■ **Your instructions**: Begin at the line below that has "so a module" and stop after the line that has "a status …).". Please restate only those lines, word for word.

[Saved data entries]

_ _ _ _ _

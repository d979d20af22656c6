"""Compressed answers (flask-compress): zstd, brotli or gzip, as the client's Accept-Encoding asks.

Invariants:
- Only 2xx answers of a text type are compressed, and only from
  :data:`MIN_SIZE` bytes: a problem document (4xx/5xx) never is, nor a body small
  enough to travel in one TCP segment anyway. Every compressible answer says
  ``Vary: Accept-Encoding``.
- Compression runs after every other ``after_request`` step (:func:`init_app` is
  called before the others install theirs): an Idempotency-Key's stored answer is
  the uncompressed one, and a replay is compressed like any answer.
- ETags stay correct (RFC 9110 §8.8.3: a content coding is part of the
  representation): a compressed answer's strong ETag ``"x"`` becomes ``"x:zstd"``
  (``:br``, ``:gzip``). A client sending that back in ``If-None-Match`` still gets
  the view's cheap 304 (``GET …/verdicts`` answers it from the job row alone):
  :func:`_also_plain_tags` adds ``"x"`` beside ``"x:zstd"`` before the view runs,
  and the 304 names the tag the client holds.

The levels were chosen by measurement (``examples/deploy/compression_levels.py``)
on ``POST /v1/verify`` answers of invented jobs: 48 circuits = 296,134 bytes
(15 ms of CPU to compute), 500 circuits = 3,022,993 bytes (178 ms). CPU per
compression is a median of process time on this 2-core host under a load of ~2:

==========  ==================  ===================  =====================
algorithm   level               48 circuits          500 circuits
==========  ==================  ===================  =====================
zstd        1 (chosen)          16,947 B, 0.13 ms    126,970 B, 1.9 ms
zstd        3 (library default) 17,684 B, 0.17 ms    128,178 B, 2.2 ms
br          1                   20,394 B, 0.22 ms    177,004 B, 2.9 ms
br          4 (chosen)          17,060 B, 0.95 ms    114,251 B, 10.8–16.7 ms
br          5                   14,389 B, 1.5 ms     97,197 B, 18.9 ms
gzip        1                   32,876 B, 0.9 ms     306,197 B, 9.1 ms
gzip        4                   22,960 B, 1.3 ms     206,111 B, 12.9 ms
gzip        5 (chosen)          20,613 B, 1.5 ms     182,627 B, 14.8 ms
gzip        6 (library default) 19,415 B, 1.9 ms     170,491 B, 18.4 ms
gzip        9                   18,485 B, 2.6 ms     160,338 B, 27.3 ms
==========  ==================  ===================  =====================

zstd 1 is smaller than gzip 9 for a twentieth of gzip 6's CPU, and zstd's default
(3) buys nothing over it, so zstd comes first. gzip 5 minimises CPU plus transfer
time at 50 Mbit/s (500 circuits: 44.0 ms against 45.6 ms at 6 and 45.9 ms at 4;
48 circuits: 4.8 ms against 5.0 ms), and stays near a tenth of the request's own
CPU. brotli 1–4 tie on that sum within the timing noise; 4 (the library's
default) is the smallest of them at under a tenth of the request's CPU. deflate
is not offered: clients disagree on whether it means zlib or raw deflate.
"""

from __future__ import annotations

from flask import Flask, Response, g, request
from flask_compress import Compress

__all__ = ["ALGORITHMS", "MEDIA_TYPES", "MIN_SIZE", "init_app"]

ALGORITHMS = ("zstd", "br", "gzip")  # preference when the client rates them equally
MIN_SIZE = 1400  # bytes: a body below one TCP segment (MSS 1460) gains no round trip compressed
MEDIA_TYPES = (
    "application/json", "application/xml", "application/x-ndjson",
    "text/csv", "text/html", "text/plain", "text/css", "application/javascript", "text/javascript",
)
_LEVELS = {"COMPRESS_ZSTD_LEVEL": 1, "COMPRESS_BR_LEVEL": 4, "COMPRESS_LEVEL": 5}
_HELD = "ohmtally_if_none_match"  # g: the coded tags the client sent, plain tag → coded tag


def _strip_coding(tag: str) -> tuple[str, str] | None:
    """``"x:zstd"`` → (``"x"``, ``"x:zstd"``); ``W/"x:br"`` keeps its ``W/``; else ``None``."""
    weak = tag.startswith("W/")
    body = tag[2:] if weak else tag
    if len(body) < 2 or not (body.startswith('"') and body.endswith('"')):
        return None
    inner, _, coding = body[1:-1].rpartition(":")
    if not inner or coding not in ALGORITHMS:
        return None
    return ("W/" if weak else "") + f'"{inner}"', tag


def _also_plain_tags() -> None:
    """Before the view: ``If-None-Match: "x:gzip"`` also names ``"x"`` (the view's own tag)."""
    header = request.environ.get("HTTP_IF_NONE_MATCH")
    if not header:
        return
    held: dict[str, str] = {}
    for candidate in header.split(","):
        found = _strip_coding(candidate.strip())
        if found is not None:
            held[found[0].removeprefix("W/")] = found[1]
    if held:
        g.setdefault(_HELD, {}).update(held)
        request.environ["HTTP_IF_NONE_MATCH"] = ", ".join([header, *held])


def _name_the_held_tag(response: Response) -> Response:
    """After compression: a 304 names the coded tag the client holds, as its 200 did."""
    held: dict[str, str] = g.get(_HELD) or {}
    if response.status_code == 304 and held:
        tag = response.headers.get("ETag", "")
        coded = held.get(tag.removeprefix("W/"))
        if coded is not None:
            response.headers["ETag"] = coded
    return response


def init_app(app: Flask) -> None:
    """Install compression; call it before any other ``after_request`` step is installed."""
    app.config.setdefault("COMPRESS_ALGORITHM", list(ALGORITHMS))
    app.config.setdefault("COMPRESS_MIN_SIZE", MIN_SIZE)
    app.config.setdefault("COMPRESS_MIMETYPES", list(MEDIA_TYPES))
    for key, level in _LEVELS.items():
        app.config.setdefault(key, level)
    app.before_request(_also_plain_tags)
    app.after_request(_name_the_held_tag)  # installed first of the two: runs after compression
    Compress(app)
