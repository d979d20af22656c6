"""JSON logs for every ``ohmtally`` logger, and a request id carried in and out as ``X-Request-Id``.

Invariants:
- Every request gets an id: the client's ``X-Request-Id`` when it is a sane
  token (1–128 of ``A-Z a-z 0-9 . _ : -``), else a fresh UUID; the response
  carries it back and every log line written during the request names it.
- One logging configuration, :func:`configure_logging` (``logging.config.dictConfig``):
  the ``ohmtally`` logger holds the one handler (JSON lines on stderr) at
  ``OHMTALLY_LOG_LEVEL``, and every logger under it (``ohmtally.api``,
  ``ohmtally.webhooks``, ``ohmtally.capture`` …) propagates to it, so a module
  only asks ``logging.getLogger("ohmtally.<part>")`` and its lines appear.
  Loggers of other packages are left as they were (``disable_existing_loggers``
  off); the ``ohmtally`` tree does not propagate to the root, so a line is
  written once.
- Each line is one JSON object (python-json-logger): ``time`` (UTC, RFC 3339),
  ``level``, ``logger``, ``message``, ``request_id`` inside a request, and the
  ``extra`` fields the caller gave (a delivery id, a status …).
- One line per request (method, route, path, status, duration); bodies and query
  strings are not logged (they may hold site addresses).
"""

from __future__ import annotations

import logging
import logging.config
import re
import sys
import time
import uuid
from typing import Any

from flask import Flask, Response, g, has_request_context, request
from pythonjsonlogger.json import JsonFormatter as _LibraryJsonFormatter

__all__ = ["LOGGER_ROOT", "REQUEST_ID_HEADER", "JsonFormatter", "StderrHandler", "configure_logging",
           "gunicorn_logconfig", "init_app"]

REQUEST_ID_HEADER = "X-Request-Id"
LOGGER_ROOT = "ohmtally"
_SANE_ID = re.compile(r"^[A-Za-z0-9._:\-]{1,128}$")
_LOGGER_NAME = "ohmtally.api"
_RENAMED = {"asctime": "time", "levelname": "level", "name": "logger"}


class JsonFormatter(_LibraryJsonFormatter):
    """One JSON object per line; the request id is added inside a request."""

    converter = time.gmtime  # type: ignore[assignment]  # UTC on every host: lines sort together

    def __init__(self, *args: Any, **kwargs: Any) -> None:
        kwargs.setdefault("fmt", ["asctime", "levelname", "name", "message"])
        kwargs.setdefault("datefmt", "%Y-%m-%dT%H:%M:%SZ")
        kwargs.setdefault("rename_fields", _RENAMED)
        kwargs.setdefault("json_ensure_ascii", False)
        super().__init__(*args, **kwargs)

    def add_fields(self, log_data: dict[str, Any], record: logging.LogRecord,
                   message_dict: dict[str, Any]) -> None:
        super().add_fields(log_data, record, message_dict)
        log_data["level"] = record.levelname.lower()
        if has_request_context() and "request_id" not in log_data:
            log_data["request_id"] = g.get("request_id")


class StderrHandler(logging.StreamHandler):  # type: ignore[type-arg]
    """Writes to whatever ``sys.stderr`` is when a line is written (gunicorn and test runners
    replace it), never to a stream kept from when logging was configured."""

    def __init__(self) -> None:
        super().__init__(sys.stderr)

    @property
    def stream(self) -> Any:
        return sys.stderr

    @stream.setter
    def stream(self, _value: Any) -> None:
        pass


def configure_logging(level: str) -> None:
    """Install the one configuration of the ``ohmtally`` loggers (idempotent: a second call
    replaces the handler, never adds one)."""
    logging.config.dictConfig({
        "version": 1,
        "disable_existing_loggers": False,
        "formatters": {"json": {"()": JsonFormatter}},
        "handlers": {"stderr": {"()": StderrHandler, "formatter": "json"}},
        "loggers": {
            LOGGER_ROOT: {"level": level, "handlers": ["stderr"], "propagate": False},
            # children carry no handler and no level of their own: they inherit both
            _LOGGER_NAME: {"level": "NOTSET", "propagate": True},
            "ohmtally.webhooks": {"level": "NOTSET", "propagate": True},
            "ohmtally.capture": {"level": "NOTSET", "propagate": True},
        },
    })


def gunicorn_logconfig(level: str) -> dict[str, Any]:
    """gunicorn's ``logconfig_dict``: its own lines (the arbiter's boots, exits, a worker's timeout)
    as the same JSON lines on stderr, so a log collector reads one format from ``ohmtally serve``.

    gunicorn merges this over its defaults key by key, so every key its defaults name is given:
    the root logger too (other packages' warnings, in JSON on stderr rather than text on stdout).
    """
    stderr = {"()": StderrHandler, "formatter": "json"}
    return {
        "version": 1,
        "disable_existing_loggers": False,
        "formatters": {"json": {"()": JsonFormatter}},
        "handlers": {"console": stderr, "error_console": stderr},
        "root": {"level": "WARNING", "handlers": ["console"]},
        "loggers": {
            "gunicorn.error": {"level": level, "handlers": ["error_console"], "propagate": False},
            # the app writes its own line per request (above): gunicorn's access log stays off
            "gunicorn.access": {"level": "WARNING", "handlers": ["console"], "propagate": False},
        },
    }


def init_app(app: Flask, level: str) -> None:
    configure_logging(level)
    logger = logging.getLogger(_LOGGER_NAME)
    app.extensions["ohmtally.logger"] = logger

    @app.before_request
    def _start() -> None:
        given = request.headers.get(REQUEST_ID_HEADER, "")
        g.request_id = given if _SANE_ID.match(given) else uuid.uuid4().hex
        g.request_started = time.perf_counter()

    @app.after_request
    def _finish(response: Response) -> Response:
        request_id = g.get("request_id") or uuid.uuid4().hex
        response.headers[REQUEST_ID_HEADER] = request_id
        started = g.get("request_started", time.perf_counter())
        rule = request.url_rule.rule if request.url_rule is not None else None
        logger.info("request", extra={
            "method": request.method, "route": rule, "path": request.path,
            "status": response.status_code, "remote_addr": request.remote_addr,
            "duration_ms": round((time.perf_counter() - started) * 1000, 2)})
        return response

_ _ _ _ _

■ **Task answer**:
  ``ohmtally.webhooks``, ``ohmtally.capture`` …) propagates to it, so a module
  only asks ``logging.getLogger("ohmtally.<part>")`` and its lines appear.
  Loggers of other packages are left as they were (``disable_existing_loggers``
  off); the ``ohmtally`` tree does not propagate to the root, so a line is
  written once.
- Each line is one JSON object (python-json-logger): ``time`` (UTC, RFC 3339),
  ``level``, ``logger``, ``message``, ``request_id`` inside a request, and the
  ``extra`` fields the caller gave (a delivery id, a status …).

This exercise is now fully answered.